I suoi stivali scalpicciavano nelle pozzanghere che si erano formate nella strada la notte prima. Il temporale aveva reso l’aria più umida e tiepida e le nuvole avevano lasciato il posto ad un cielo stellato. Aveva passato l’intera giornata a chiedersi che cosa avrebbe dovuto fare e alla fine aveva preso la decisione sbagliata, ne era certa. La confusione regnava sovrana nella sua testa, eppure continuava a camminare a passo spedito verso la torre di avvistamento ad est della città, dove lui la stava aspettando, o almeno così le aveva detto la notte precedente prima di sparire. Quell’ultimo  “Ti prego” continuava a risuonare nella sua testa da allora.
Scalò non senza difficoltà il muro di cinta ed entrò furtiva nel piccolo abitacolo richiudendosi la porta sgangherata di legno alle spalle.
Altair era appoggiato alla finestra, aveva il cappuccio calato sulle spalle e il suo viso era illuminato per metà dalla luce lunare. Scorse nei suoi occhi un luccichio di soddisfazione e gratitudine, nel momento in cui la vide entrare, e fece qualche passo avanti titubante mentre lui continuava ad osservarla senza dire nulla.
-Di cosa dovevi parlarmi?- chiese con finta freddezza.

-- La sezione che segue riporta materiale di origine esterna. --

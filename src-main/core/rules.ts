// The built-in rule catalogue. Ids are part of the rigbook-fleet interchange format.

export const BUILT_IN_RULE_IDS = [
  'controller-voltage',
  'motor-voltage',
  'motor-speed',
  'battery-continuous',
  'battery-burst',
  'controller-continuous',
  'controller-burst',
  'motor-current',
  'motor-power',
  'prop-tip-speed',
] as const;
export type BuiltInRuleId = (typeof BUILT_IN_RULE_IDS)[number];

/**
 * Packs combined in parallel at different voltages. Not a figure-against-rating rule, but it
 * reports in the same shape: the higher pack voltage against the lower.
 */
export const SUPPLY_MATCH_RULE_ID = 'supply-match';

/** A pack marked retired is in the build: over, whatever the figures say. */
export const PACK_RETIRED_RULE_ID = 'pack-retired';

/** One physical pack named twice in one build (in one supply or in two): over. */
export const PACK_REPEATED_RULE_ID = 'pack-repeated';

export const RESERVED_RULE_IDS: readonly string[] = [...BUILT_IN_RULE_IDS, SUPPLY_MATCH_RULE_ID, PACK_RETIRED_RULE_ID, PACK_REPEATED_RULE_ID];

export interface RuleText {
  readonly unit: string;
  /** What is measured, as the start of a sentence. */
  readonly what: string;
  /** What it is held against. */
  readonly limitName: string;
  /** What can happen when over. */
  readonly risk: string;
  /** Replaces `risk` where lithium packs are involved. */
  readonly riskLithium?: string;
  readonly fix: string;
  /** Said when tight. */
  readonly tightHint: string;
  /** The figure is per motor when a build has several. */
  readonly perMotor: boolean;
  /**
   * The maker's rating is already a maximum at full charge (a "4S" controller is built for
   * 16.8 V), so reaching it exactly is within the rating: no tight band, only over.
   */
  readonly ratedMaximum?: true;
}

const PACK_RISK =
  'A pack pushed past its rating heats up, loses capacity fast and can be damaged; wires and connectors heat up too.';
const PACK_RISK_LITHIUM =
  'A lithium pack pushed past its rating heats up and swells and can catch fire; wires and connectors heat up too.';

export const RULE_TEXT: Readonly<Record<BuiltInRuleId, RuleText>> = {
  'controller-voltage': {
    unit: 'V',
    what: 'Full-charge supply voltage',
    limitName: "the controller's maximum input",
    risk: 'Too high a voltage can destroy the controller at once, and a failing controller can catch fire.',
    fix: 'Use fewer cells or a controller rated for this voltage.',
    tightHint: 'There is no room for a higher-voltage pack (for example LiHV cells or one more cell).',
    perMotor: false,
    ratedMaximum: true,
  },
  'motor-voltage': {
    unit: 'V',
    what: 'Full-charge supply voltage',
    limitName: "the motor's rated voltage",
    risk: 'The motor spins faster and draws more current than it is built for, and can overheat or fail.',
    fix: 'Use fewer cells or a motor rated for this voltage.',
    tightHint: 'There is no room for a higher-voltage pack (for example LiHV cells or one more cell).',
    perMotor: false,
    ratedMaximum: true,
  },
  'motor-speed': {
    unit: 'rpm',
    what: 'No-load speed at full charge',
    limitName: "the motor's rated speed",
    risk: 'Above its rated speed the rotor and bearings are over-stressed and the motor can come apart.',
    fix: 'Use a lower-Kv motor or fewer cells.',
    tightHint: 'There is no room for more cells or a higher Kv.',
    perMotor: false,
  },
  'battery-continuous': {
    unit: 'A',
    what: 'Continuous current from the supply',
    limitName: 'what the packs are rated for continuously (C rating × capacity)',
    risk: PACK_RISK,
    riskLithium: PACK_RISK_LITHIUM,
    fix: 'Use packs with a higher C rating or more capacity, or gear down / fit a smaller propeller.',
    tightHint: 'Little headroom: check temperatures after a run.',
    perMotor: false,
  },
  'battery-burst': {
    unit: 'A',
    what: 'Peak current from the supply',
    limitName: 'what the packs are rated for in bursts (burst C rating × capacity)',
    risk: PACK_RISK,
    riskLithium: PACK_RISK_LITHIUM,
    fix: 'Use packs with a higher burst rating, or gear down / fit a smaller propeller.',
    tightHint: 'Little headroom: check temperatures after a run.',
    perMotor: false,
  },
  'controller-continuous': {
    unit: 'A',
    what: 'Continuous current through the controller',
    limitName: "the controller's continuous rating",
    risk: 'The controller overheats and can cut out or burn; wires and connectors heat up too.',
    fix: 'Use a controller rated for more current, or gear down / fit a smaller propeller.',
    tightHint: 'Little headroom: check temperatures after a run.',
    perMotor: true,
  },
  'controller-burst': {
    unit: 'A',
    what: 'Peak current through the controller',
    limitName: "the controller's burst rating",
    risk: 'Current spikes above the burst rating can burn out the controller.',
    fix: 'Use a controller rated for more current, or gear down / fit a smaller propeller.',
    tightHint: 'Little headroom: check temperatures after a run.',
    perMotor: true,
  },
  'motor-current': {
    unit: 'A',
    what: 'Peak motor current',
    limitName: "the motor's rated current",
    risk: 'The windings overheat: the magnets can weaken and the insulation can burn.',
    fix: 'Gear down, fit a smaller propeller or use a motor rated for more current.',
    tightHint: 'Little headroom: check temperatures after a run.',
    perMotor: true,
  },
  'motor-power': {
    unit: 'W',
    what: 'Peak power into the motor',
    limitName: "the motor's rated power",
    risk: 'The motor turns the extra power into heat and can burn out.',
    fix: 'Gear down, fit a smaller propeller or use a bigger motor.',
    tightHint: 'Little headroom: check temperatures after a run.',
    perMotor: true,
  },
  'prop-tip-speed': {
    unit: 'm/s',
    what: 'Propeller tip speed at the highest rpm it can reach (unloaded, full charge)',
    limitName: '85 % of the speed of sound (340.294 m/s at 15 °C, ISA)',
    risk:
      'Near the speed of sound the propeller loses thrust, gets very loud and is stressed beyond its design; ' +
      'a propeller that breaks at speed throws pieces that injure. Keep clear of turning propellers.',
    fix: 'Use a smaller propeller, a lower-Kv motor or fewer cells.',
    tightHint: 'Little headroom: do not fit a larger propeller, more cells or a higher-Kv motor without checking again.',
    perMotor: true,
  },
};
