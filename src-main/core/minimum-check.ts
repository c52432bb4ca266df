// A figure that must stay at or above a least value (thrust-to-weight), with a band above it
// that reads tight: the opposite sense of a rating, so its own small check.

import type { Finding } from './domain';
import type { Known } from './known';
import { describeMissing } from './field-labels';
import { messageNumber } from './message-number';
import type { RuleText } from './catalogue/rules';

export interface MinimumCheck {
  rule: string;
  unit: string;
  value: Known;
  /** Under it: over. */
  overBelow: number;
  /** Under it (and not under `overBelow`): tight. */
  tightBelow: number;
  text: RuleText;
  source?: 'model' | 'measured';
  messages: boolean;
}

/** Margin is (value − least) ÷ least: the share of the least value there is to spare. */
export function checkMinimum(c: MinimumCheck): Finding {
  const finding: Finding = { rule: c.rule, status: 'incomplete', value: null, limit: c.overBelow, unit: c.unit, margin: null, message: '' };
  if (c.source) finding.source = c.source;
  const v = c.value.value;
  if (v === null || !Number.isFinite(v)) {
    finding.missing = c.value.missing ? [...c.value.missing] : [];
    if (c.messages) finding.message = finding.missing.length > 0 ? `Not checked yet: needs ${describeMissing(finding.missing)}.` : `Not checked: the inputs give no usable ${c.text.what.toLowerCase()}.`;
    return finding;
  }
  finding.value = v;
  finding.margin = (v - c.overBelow) / c.overBelow;
  finding.status = v < c.overBelow ? 'over' : v < c.tightBelow ? 'tight' : 'clear';
  if (!c.messages) return finding;
  // A ratio reads "1.8:1"; a quantity "11.2 V".
  const withUnit = (x: number): string => `${messageNumber(x)}${c.unit === ':1' ? ':1' : ` ${c.unit}`}`;
  const shown = withUnit(v);
  const least = withUnit(c.overBelow);
  const spare = `${Math.round(finding.margin * 100)} % to spare`;
  if (finding.status === 'over') finding.message = `${c.text.what} is ${shown}, under ${c.text.limitName} of ${least}. ${c.text.risk} ${c.text.fix} Follow the part maker's ratings.`;
  else if (finding.status === 'tight') finding.message = `${c.text.what} is ${shown}, close to ${c.text.limitName} of ${least} (${spare}). ${c.text.tightHint}`;
  else finding.message = `${c.text.what} is ${shown}, above ${c.text.limitName} of ${least} (${spare}).`;
  return finding;
}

Lo vide aggrottare la fronte come indeciso. -Perché te ne sei andata?-
La donna tirò un sospiro scuotendo la testa.  –Era ovvio che sarebbe successo, prima o poi.-
-Tu hai scelto di andartene, non eri obbligata.-
Maria sorrise amaramente -Quando qui sarà tutto finito, cosa pensi che succedrà? Tu tornerai a Masyaf ed io prenderò un’altra strada.-
L’Assassino esaminò la sua espressione serio, poi si avvicinò e, con un gesto del tutto inaspettato, le prese una mano tra le sue.  –Potrbbe andare in un altro modo…- disse e Maria pensò che non lo aveva mai visto tanto incerto.

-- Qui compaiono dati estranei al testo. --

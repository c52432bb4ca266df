import { FIGURES, isFigureKey, type FigureKey } from './catalogue/figures';
import { CLASS_RULE } from './catalogue/rules';
import type { ClassRule, Figures, Finding } from './domain';
import { known, lacking, type Known } from './known';
import { checkLimit } from './rule-check';

/** Class rules that apply to a vehicle of this class (archived rules do not). */
export function classRulesFor(rules: readonly ClassRule[], className: string | null | undefined): ClassRule[] {
  if (!className) return [];
  return rules.filter((r) => r.className === className && r.archivedAt === null);
}

/**
 * Findings of class rules against a supply's figures. A figure that could not be computed
 * makes the finding incomplete and names what it lacks.
 */
export function classFindings(rules: readonly ClassRule[], figures: Figures, figureMissing: Readonly<Partial<Record<FigureKey, readonly string[]>>>, tightThreshold: number): Finding[] {
  return rules.map((r) => {
    // A stored rule may name a figure this engine does not compute: it cannot be checked.
    const key = isFigureKey(r.figure) ? r.figure : null;
    const raw = key === null ? undefined : figures[key];
    const lacks = key === null ? undefined : figureMissing[key];
    let value: Known;
    if (typeof raw === 'number') value = known(raw);
    else if (raw === null && lacks) value = lacking(...lacks);
    else value = lacking('classRule.figure');
    const limit = Number.isFinite(r.limit) && r.limit > 0 ? known(r.limit) : lacking('classRule.limit');
    const what = key === null ? `Figure ${r.figure}` : FIGURES[key].name;
    return checkLimit({
      rule: r.ruleId,
      unit: r.unit,
      value,
      limit,
      tightThreshold,
      what,
      limitName: CLASS_RULE.limitName(r.className),
      risk: CLASS_RULE.risk,
      fix: CLASS_RULE.fix,
      tightHint: CLASS_RULE.tightHint,
    });
  });
}
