// The pure computation core: importable from the store, the service, the command line and the
// renderer alike. No I/O here.

export * from './domain';
export * from './constants';
export * from './units';
export * from './chemistry';
export { packModel, packResistance, loadedVoltage, cRatingCurrent, type PackModel } from './pack';
export { supplyModel, combineSeries, combineParallel, parallelShares, type SupplyModel, type ShareOfCurrent } from './supply';
export * from './motor';
export * from './motor-curve';
export * from './drivetrain';
export * from './road-load';
export * from './ground-load';
export * from './propeller';
export { findRoot, type RootFunction } from './solve';
export * from './catalogue/figures';
export * from './catalogue/rules';
export * from './catalogue/cautions';
export { checkLimit, type LimitCheck } from './rule-check';
export { worstStatus, compareStatus, marginOf, statusOf } from './status';
export { tightThresholdFor } from './threshold';
export { classRulesFor, classFindings } from './class-rules';
export { fieldLabel, describeMissing } from './field-labels';
export { NOT_APPLICABLE } from './operation';
export { evaluateBuild } from './evaluate';
export { fullThrottleRun, RUN_SAMPLES, type RunModel, type RunResult } from './run';
export { runTrace, type RunTrace } from './run-trace';
export { isPlausible, plausibleMessage, plausibleRange, type PlausibleField } from './plausibility';
export type { Known } from './known';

-Potresti tornare con me a Masyaf.- sussurrò lui dopo un attimo di silenzio.
La donna sgranò gli occhi incredula –Tu sei pazzo.- disse con un moto di nervosismo. -Anche se fossi così folle da venire con te, come credi che mi accoglierebbero? Come potrei presentarmi lì?-
–Come…mia moglie.-
Sentì gli occhi di lui scrutare il suo volto, preoccupato per la sua reazione. –Non dire assurdità.- brontolò con un filo di voce voltandogli le spalle e rivolgendo l’attenzione al cielo stellato fuori dalla finestra. Non riusciva a sostenere il suo sguardo un minuto di più, né a leggere nei suoi occhi la delusione che stava per dargli. –Tu hai delle responsabilità, forse dovresti pensare a quello e trovare una buona moglie che possa aiutarti e stari vicino, non certo me.- aggiunse d’un fiato sentendo l’improvviso e inaspettato bisogno di giustificarsi.
Lui si pose tra lei e la finestra appoggiando i palmi alla pietra grigia, silenzioso ed elegante come al solito e…vicino, troppo vicino.
 -Ho sempre e solo pensato alle mie responsabilità…- disse guardandola con una sorta d’implorazione stampata in faccia.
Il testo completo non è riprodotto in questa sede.